Clin Res Cardiol (2021)
DOI DOI https://doi.org/10.1007/s00392-021-01843-w

Medical Therapy or Edge-to-Edge Repair in Patients with Severe Mitral Regurgitation Ineligible for Transcatheter Mitral Valve Replacement
S. Ludwig1, B. Köll2, L. Waldschmidt1, J. Weimann1, M. Seiffert3, N. Schofer1, D. Westermann1, H. Reichenspurner4, P. Kirchhof2, S. Blankenberg2, E. Lubos2, L. Conradi4, D. Kalbacher1
1Allgemeine und Interventionelle Kardiologie, Universitäres Herz- und Gefäßzentrum Hamburg GmbH, Hamburg; 2Klinik für Kardiologie, Universitäres Herz- und Gefäßzentrum Hamburg GmbH, Hamburg; 3Klinik und Poliklinik für Kardiologie, Universitäres Herz- und Gefäßzentrum Hamburg GmbH, Hamburg; 4Klinik und Poliklinik für Herz- und Gefäßchirurgie, Universitäres Herz- und Gefäßzentrum Hamburg GmbH, Hamburg;

Objective:

This study aimed to compare characteristics and outcomes of patients rejected for TMVR treatment after anatomical screening, who were treated either conservatively with optimal medical therapy (OMT) or interventionally by edge-to-edge repair (E2E).

 

Methods:

Between 2016 and 2020 a total of 105 patients were screened for TMVR. 44 patients were found anatomically eligible for TMVR. Of those ineligible for TMVR, 31 patients were treated medically (OMT group) and 25 patients received E2E (E2E group). Baseline clinical and anatomical characteristics of both groups were compared and Kaplan-Meier estimates were calculated. Cox regression analysis was performed for the impact of MR reduction on all-cause mortality. Median follow-up time was 1.74 years (1.36, 2.65).

 

Results:

All patients were diagnosed with moderate-to-severe or severe MR. Distribution of primary (45.2% [OMT] vs. 48.0% [E2E]), secondary (45.2% [OMT] vs. 32.0% [E2E]) or mixed primary/secondary MR (9.7% [OMT] vs. 20.0% [E2E]) did not differ between groups. Age (78.0 years [75.2, 80.8] vs. 81 years [75.3, 84.0], p=0.097), EuroSCORE II (5.8% [2.9, 10.1] vs. 4.8% [3.1, 9.1], p=0.43) and left ventricular ejection fraction (LVEF) at baseline (55.0% [37.3, 60.0] vs. 55.0% [40.2, 58.8], p=0.36) were not different between patients treated with  OMT or E2E. Patients treated with OMT had higher mean transvalvular gradients (3.8 mmHg [2.0, 6.1] vs. 2.0 [1.0, 4.0), p=0.012), smaller mitral annulus diameters (34.9 mm [31.4, 40.4] vs. 41.7 [37.5, 47.1], p=0.0034) and presented more often with severe mitral annular calcification 36.7% (N=11/31, absent in all patients treated with E2E) than patients treated with E2E. Reduction of MR grade to £mild MR by E2E was achieved in 72.0% (N=18) of interventionally treated patients.
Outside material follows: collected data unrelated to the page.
"""Side-by-side comparison: the same workload(s) under several settings.

A *setting* is a group of config overrides with a label, e.g. the label
``erase_ahead`` for ``write.scheme=block_erase, controller.write_cancel=true``.
Every setting runs on every workload with the same seeds (common random
numbers), so the differences between settings are not blurred by different
random streams.  The result is one row per workload x setting with the mean
of each metric over the seeds and the half-width of its confidence interval.

The written forms of settings and workloads are described in
:mod:`memsim.experiment.vary`.  Runs go through the batch loop shared with
sweeps (:mod:`memsim.experiment.batch`: executors, and, when an output folder
is given, the cache of finished runs in ``<out>/cache``), so a repeated or
extended comparison reruns nothing it already has.
"""
from __future__ import annotations

import re
from collections.abc import Mapping, Sequence
from dataclasses import dataclass, field
from pathlib import Path
from typing import Any

import numpy as np
import pandas as pd

from memsim.errors import ConfigError, UserError
from memsim.experiment.batch import (
    RESERVED,
    Execution,
    derive_seeds,
    execute,
    flatten,
    probe_metrics,
)
from memsim.experiment.batch import (
    choose_metrics as _choose_metrics,
)
from memsim.experiment.cache import RunCache, config_key
from memsim.experiment.executors import Task
from memsim.experiment.vary import (
    Group,
    check_setting_key,
    parse_groups,
    settings_from,
    split_top,
    workloads_from,
)
from memsim.metrics.files import atomic_write_text, dumps, save_or_rescue
from memsim.metrics.stats import summarize

# Shown by default, in this order, when the runs report them.
SHOWN = ("throughput_gbps", "read_latency_p99_ns", "write_latency_p99_ns", "energy_per_bit_pj",
         "cells_programmed_per_write", "write_amplification", "lifetime_years")
CI_SUFFIX = "_ci_half"
_NAME = re.compile(r"^[A-Za-z0-9_.-]+$")


@dataclass
class CompareSpec:
    """A validated comparison: settings x workloads x seeds, before anything runs."""

    name: str
    base: Any
    settings: list[Group]
    workloads: list[Group]
    fixed: dict[str, Any] = field(default_factory=dict)
    seeds: list[int] = field(default_factory=list)
    metrics: list[str] | None = None
    level: float = 0.95
    fixed_origin: str = "fixed"

    def to_json(self) -> dict[str, Any]:
        base = str(self.base) if isinstance(self.base, (str, Path)) else (
            None if self.base is None else "<in memory>")

        def groups(gs: list[Group]) -> list[dict]:
            return [{"label": g.label, "overrides": g.overrides, "origin": g.origin} for g in gs]

        return {"name": self.name, "base": base, "settings": groups(self.settings),
                "workloads": groups(self.workloads), "fixed": self.fixed, "seeds": self.seeds,
                "metrics": self.metrics, "level": self.level}


def make_compare_spec(config: Any, vary: Any, *, seeds: int | Sequence[int] = 1,
                      fixed: Mapping[str, Any] | None = None, workloads: Any = None,
                      metrics: Sequence[str] | None = None, name: str | None = None,
                      level: float = 0.95, source: str = "",
                      fixed_origin: str = "fixed") -> CompareSpec:
    """Validate the parts of a comparison into a :class:`CompareSpec` (raises ConfigError).

    ``source`` prefixes the names of the parts in messages (``--vary`` on
    the command line).  ``seeds`` is a count (the first seed is the base
    config's ``run.seed``, so one seed reproduces ``memsim run``; the others
    derive from it) or an explicit list.
    """
    from memsim.experiment.run import resolve

    settings = settings_from(vary, source or "vary")
    fixed_d = flatten(fixed or {})
    varied = {k for g in settings for k in g.overrides}
    for key in fixed_d:
        origin = f"{fixed_origin} {key}"
        check_setting_key(key, origin)
        if key in varied:
            raise ConfigError(origin, "a key that a setting also sets", "a key either fixed or varied")
    wl = (workloads_from(workloads, "--workload" if source else "workloads") if workloads
          else None)
    try:
        base_cfg = resolve(config, fixed_d)
    except ConfigError as exc:
        if exc.where.startswith("--set "):
            raise ConfigError(f"{fixed_origin} {exc.where[6:]}", exc.found, exc.allowed) from None
        raise
    if wl is None:
        wl = [Group(base_cfg.run.name, {}, "the base config", True)]
    if name is None:
        name = f"{base_cfg.run.name}_compare"
    if not isinstance(name, str) or not _NAME.match(name):
        raise ConfigError("compare name", repr(name), "letters, digits, '_', '.', '-'")
    seed_list = seed_list_of(seeds, base_cfg.run.seed, "--seeds" if source else "seeds")
    if metrics is not None:
        if isinstance(metrics, str) or not metrics or not all(isinstance(m, str) for m in metrics):
            raise ConfigError("--metric" if source else "metrics", repr(metrics),
                              "a non-empty list of summary key names")
        metrics = list(dict.fromkeys(metrics))
    if not 0.0 < level < 1.0:
        raise ConfigError("confidence level", repr(level), "a number strictly between 0 and 1")
    return CompareSpec(name, config, settings, wl, fixed_d, seed_list, metrics, level, fixed_origin)


def seed_list_of(seeds: int | Sequence[int], base_seed: int, where: str) -> list[int]:
    """Seeds of the replications: ``[base_seed, derived...]`` for a count, or the list given."""
    if isinstance(seeds, bool):
        raise ConfigError(where, repr(seeds), "a whole number >= 1 or a list of seeds")
    if isinstance(seeds, (int, np.integer)):
        if seeds < 1:
            raise ConfigError(where, repr(seeds), "a whole number >= 1")
        return [base_seed, *derive_seeds(base_seed, int(seeds) - 1)]
    out = list(seeds)
    if (not out or any(isinstance(s, bool) or not isinstance(s, (int, np.integer)) or s < 0 for s in out)
            or len(set(out)) != len(out)):
        raise ConfigError(where, repr(seeds), "a non-empty list of distinct whole numbers >= 0")
    return [int(s) for s in out]


def _blame(exc: ConfigError, wl: Group, setting: Group, fixed: Mapping[str, Any],
           fixed_origin: str) -> ConfigError:
    """Point an error about an overridden key at the setting, fixed part or workload that set it."""
    where = exc.where
    key = where[6:] if where.startswith("--set ") else where.rsplit(": ", 1)[-1]
    for overrides, origin in ((setting.overrides, setting.origin), (fixed, f"{fixed_origin} {key}"),
                              (wl.overrides, wl.origin)):
        if key in overrides:
            return ConfigError(origin if origin.endswith(key) else f"{origin}: {key}",
                               exc.found, exc.allowed)
    return exc


def plan(spec: CompareSpec) -> tuple[list[dict[str, Any]], list[Task]]:
    """One row (workload, setting, seed) and one task per run; every config is validated first."""
    from memsim.experiment.run import resolve

    rows: list[dict[str, Any]] = []
    tasks: list[Task] = []
    for wl in spec.workloads:
        for st in spec.settings:
            try:
                cfg = resolve(spec.base, {**wl.overrides, **spec.fixed, **st.overrides})
            except ConfigError as exc:
                raise _blame(exc, wl, st, spec.fixed, spec.fixed_origin) from None
            # JSON types, so the task travels to any executor and hashes the same way.
            doc = cfg.model_dump(mode="json")
            for seed in spec.seeds:
                c = {**doc, "run": {**doc["run"], "seed": seed, "name": spec.name}}
                rows.append({"workload": wl.label, "setting": st.label, "seed": seed})
                tasks.append(Task(config_key(c), c, ()))
    return rows, tasks


class RunFailed(UserError):
    """A run stopped on a user mistake found only while running (a bad trace line, say)."""

    def __init__(self, where: str, message: str) -> None:
        Exception.__init__(self, where, message)
        self.where, self.found, self.allowed = where, message, ""

    def __str__(self) -> str:
        return f"{self.where}: {self.found}"


@dataclass
class CompareOutcome:
    """What a comparison produced.

    ``table`` has one row per workload x setting (``workload, setting,
    changes, seeds``, then per metric its mean and ``<metric>_ci_half``);
    ``stats`` one row per workload x setting x metric (mean, std, interval);
    ``runs`` one row per run (workload, setting, seed, metrics, cache key).
    """

    spec: CompareSpec
    table: pd.DataFrame
    stats: pd.DataFrame
    runs: pd.DataFrame
    metrics: list[str]
    folder: Path | None = None
    ran: int = 0
    reused: int = 0
    executor: str = "the cache"
    save_error: str = ""                # why the results are not (all) where asked, if so


def choose_metrics(summaries: Sequence[Mapping[str, Any]], asked: Sequence[str] | None,
                   where: str = "metrics") -> list[str]:
    """Metrics to show: those asked for (each reported by some run), else :data:`SHOWN` as reported.

    A key counts as reported when some run gives it a finite number.
    """
    return _choose_metrics(summaries, asked, where, shown=SHOWN, numbers_only=True)
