class _Content:
    """Write content from the data model, drawn in fixed blocks of lines.

    The k-th write of a stream gets the same content however the stream is
    cut into chunks.  Only for models whose new content does not depend on
    the old one (``flip`` content is drawn by the write path).
    """

    def __init__(self, model: DataModel, rng: np.random.Generator) -> None:
        self.model = model
        self.rng = rng
        self.block = np.zeros((0, model.line_bytes), np.uint8)
        self.pos = 0

    def take(self, n: int) -> np.ndarray:
        parts = [self.block[:0]]
        while n > 0:
            if self.pos == len(self.block):
                self.block = self.model.new(
                    self.rng, np.empty((_CONTENT_BLOCK, self.model.line_bytes), np.uint8))
                self.pos = 0
            k = min(n, len(self.block) - self.pos)
            parts.append(self.block[self.pos:self.pos + k])
            self.pos += k
            n -= k
        return parts[-1] if len(parts) == 2 else np.concatenate(parts)


class RequestSource:
    """A run's request stream, as the engines consume it.

    Iterating yields chunks of exactly ``run.chunk_requests`` requests (the
    last may be shorter) in arrival order.  Writes carry their content
    (``Chunk.data``): the trace's own, or else drawn from the data model on
    the source's content stream; with the ``flip`` model and no content in
    the stream, ``data`` stays ``None`` and the write path draws the flips.

    Attributes
    ----------
    reader:
        The :class:`~memsim.workload.trace.TraceReader` of pattern ``trace``,
        else None.
    mix:
        The :class:`~memsim.workload.mix.StreamMerge` of ``[[streams]]``
        (it knows each request's stream), else None.
    cache:
        The :class:`~memsim.engine.dram_cache.DramCache` in front of the PCM
        (``cache.enabled``), else None.  With a cache the chunks are its PCM
        stream (fills and write-backs), again cut to ``run.chunk_requests``.
    """

    def __init__(self, chunks: Iterable[Chunk], chunk_requests: int, content: _Content | None,
                 reader: TraceReader | None = None, cache: DramCache | None = None,
                 mix: StreamMerge | None = None) -> None:
        self.chunks = chunks
        self.mix = mix
        self.chunk_requests = chunk_requests
        self.content = content
        self.reader = reader
        self.cache = cache

    @property
    def readers(self) -> list[TraceReader]:
        """Every trace reader of the source (the workload's, or those of trace streams)."""
        if self.reader is not None:
            return [self.reader]
        return list(self.mix.readers) if self.mix is not None else []

    @property
    def bad_lines(self) -> int:
        """Malformed trace rows skipped so far (``workload.skip_bad``); 0 for synthetic streams."""
        return sum(r.bad_lines for r in self.readers)

    def close(self) -> None:
        """Stop the read-ahead threads of the source's traces."""
        for r in self.readers:
            r.close()

    def __iter__(self) -> Iterator[Chunk]:
        if self.cache is None:
            yield from self._host()
        else:
            # Cut again: the engines' results must not depend on how many
            # PCM requests each host chunk happened to give.
            yield from rechunk(self.cache.run(self._host()), self.chunk_requests)

    def _host(self) -> Iterator[Chunk]:
        try:
            for ch in rechunk(self.chunks, self.chunk_requests):
                if self.content is not None and ch.data is None:
                    w = np.flatnonzero(ch.op == WRITE)
                    data = np.zeros((len(ch), self.content.model.line_bytes), np.uint8)
                    data[w] = self.content.take(w.size)
                    ch = Chunk(ch.time_ns, ch.op, ch.line, data)
                yield ch
        except TraceError as exc:
            # Re-raised without the reader's frames: the user sees one line.
            raise TraceError(exc.where, exc.found, exc.allowed) from None


def build_source(cfg: RunConfig, rng: np.random.Generator | None = None, *,
                 content: bool = True, front: bool = True, fold: bool = True) -> RequestSource:
    """The run's request stream: the synthetic generator, or a trace for pattern ``trace``.

    Parameters
    ----------
    cfg:
        The run config: ``[workload]``, ``run.seed``, ``run.chunk_requests``,
        ``array.line_bytes`` and the footprint (trace lines must lie inside it).
    rng:
        Ignored.  The source draws from its own streams
        (:func:`source_streams` of ``run.seed``), never from the generator
        the write path draws from, so that a trace made from the generator
        replays to the same run.
    content:
        Attach write content drawn from the data model where the stream has
        none.  ``False`` when only the requests are wanted (a trace without
        content, the wear engine's write stream).
    front:
        Put the DRAM cache (``cache.enabled``) in front: the chunks are then
        the PCM's requests.  ``False`` for the host's own stream (a trace
        made from the config).
    fold:
        For a workload sized in device lines (``workload.sizing``), fold the
        device lines onto the modeled ones as the run does.  ``False``
        yields the device lines themselves, as a trace of the device holds
        them (a replay with ``device_lines`` folds them the same way).

    Raises
    ------
    ConfigError
        Pattern ``trace`` without ``workload.trace``.
    TraceError
        The trace file is missing or its header is bad (at once), or a row is
        malformed (during iteration; names ``file:line``).
    """
    w = cfg.workload
    req_rng, content_rng = source_streams(cfg.run.seed)
    model = DataModel(w.data, cfg.array.line_bytes, w.flip_fraction, w.one_fraction)
    filler = _Content(model, content_rng) if content and w.data != "flip" else None
    cache = DramCache.from_config(cfg) if front else None
    if cfg.streams:
        mix = mixed_streams(cfg, content)
        if cache is not None:
            cache.keep_host = True        # per-stream keys need each host request's hit or miss
        return RequestSource(mix, cfg.run.chunk_requests, None if mix.has_data else filler, cache=cache, mix=mix)
    if w.pattern != "trace":
        lines = cfg.footprint if fold or w.sizing != "device_lines" else cfg.device_lines
        src = SyntheticSource(w, lines, req_rng, cfg.run.chunk_requests,
                              address=folded_address(cfg, lines))
        return RequestSource(src, cfg.run.chunk_requests, filler, cache=cache)
    if not w.trace:
        raise ConfigError("workload.trace", "nothing",
                          "the path of a trace file when workload.pattern is 'trace'")
    device = w.sizing == "device_lines"
    d = cfg.device_lines
    reader = read_trace(w.trace, chunk_size=cfg.run.chunk_requests, skip_bad=w.skip_bad,
                        line_bytes=cfg.array.line_bytes, footprint=d if device else cfg.footprint)
    if reader.has_data:          # reads the header now, outside the engine
        filler = None
    chunks = fold_chunks(reader, cfg.footprint, d) if device else reader
    return RequestSource(chunks, cfg.run.chunk_requests, filler, reader, cache)


def fold_chunks(chunks: Iterable[Chunk], modeled: int, device: int) -> Iterator[Chunk]:
    """Device line ``q`` onto modeled line ``floor(q N / D)`` (runs of adjacent device lines)."""
    for ch in chunks:
        yield Chunk(ch.time_ns, ch.op, (ch.line * modeled // device).astype(np.int64), ch.data)


_STREAM_KEYS = ("pattern", "requests", "read_fraction", "arrival", "interval_ns", "zipf_exponent",
                "hot_fraction", "hot_share", "stride_lines")


def mixed_streams(cfg: RunConfig, content: bool = True) -> StreamMerge:
    """The ``[[streams]]`` of a config as one merged source (each on its own random stream).

    A trace stream (pattern ``trace``) replays its file: lines must lie in
    the stream's own range (``footprint_lines`` from ``offset_lines``, or to
    the end of the footprint) and are moved by ``offset_lines``; times become
    ``time_ns * time_scale + start_ns``.  Hints of a trace stream are left
    out (streams do not pre-program lines).  When a trace carries write
    content, every stream's writes carry content: the synthetic streams'
    drawn from the data model on their own streams ``write_content/j+1``, so
    the merge is the same however the streams are cut into chunks.
    """
    w = cfg.workload
    sources, offsets, readers = [], [], []
    for j, st in enumerate(cfg.streams):
        footprint = st.footprint_lines or cfg.footprint - st.offset_lines
        if st.pattern == "trace":
            reader = read_trace(st.trace, chunk_size=cfg.run.chunk_requests, skip_bad=w.skip_bad,
                                line_bytes=cfg.array.line_bytes, footprint=footprint)
            readers.append(reader)
            src: Iterable[Chunk] = reader
        else:
            wl = w.model_copy(update={**{k: getattr(st, k) for k in _STREAM_KEYS}, "hint_lead_ns": 0.0})
            rng = stream(cfg.run.seed, "requests", j + 1)      # each stream its own draws
            src = SyntheticSource(wl, footprint, rng, cfg.run.chunk_requests)
            readers.append(None)
        sources.append(_timed(src, st.time_scale, st.start_ns))
        offsets.append(st.offset_lines)
    with_data = content and any(r is not None and r.has_data for r in readers)
    if with_data:
        if w.data == "flip":
            name = next(st.trace for st, r in zip(cfg.streams, readers) if r is not None and r.has_data)
            raise ConfigError("workload.data", f"'flip' with the trace {name}, which carries write content",
                              "random, zeros or ones (flip draws changes to the stored content, a trace "
                              "brings its own)")
        model = DataModel(w.data, cfg.array.line_bytes, w.flip_fraction, w.one_fraction)
        sources = [s if r is not None else _with_content(s, _Content(model, stream(cfg.run.seed, "write_content",
                                                                                     j + 1)))
                   for j, (s, r) in enumerate(zip(sources, readers))]
    merge = StreamMerge(sources, offsets)
    merge.readers = [r for r in readers if r is not None]
    merge.has_data = with_data
    return merge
One-year mortality was high in both groups. Kaplan-Meier analysis revealed no significant difference in all-cause mortality after 1 year between OMT group and E2E group (OMT 35.7%, E2E 23.6%, p=0.73) (Figure 1). After adjustment for age, sex and LVEF no impact on survival was found for the reduction of MR to lower or equal MR by E2E (HR 0.54 [0.15, 1.92], p=0.34).

 

Conclusions:

Patients with severe MR unsuitable for TMVR have poor outcomes, irrespective of medical or endovascular therapeutic regimen. Markers for combined mitral defects (high transvalvular gradient, valvular calcification) are more common in those offered medical therapy than in those offered E2E. Reduction of MR to £mild MR with E2E was not predictive of survival in in this single-center analysis.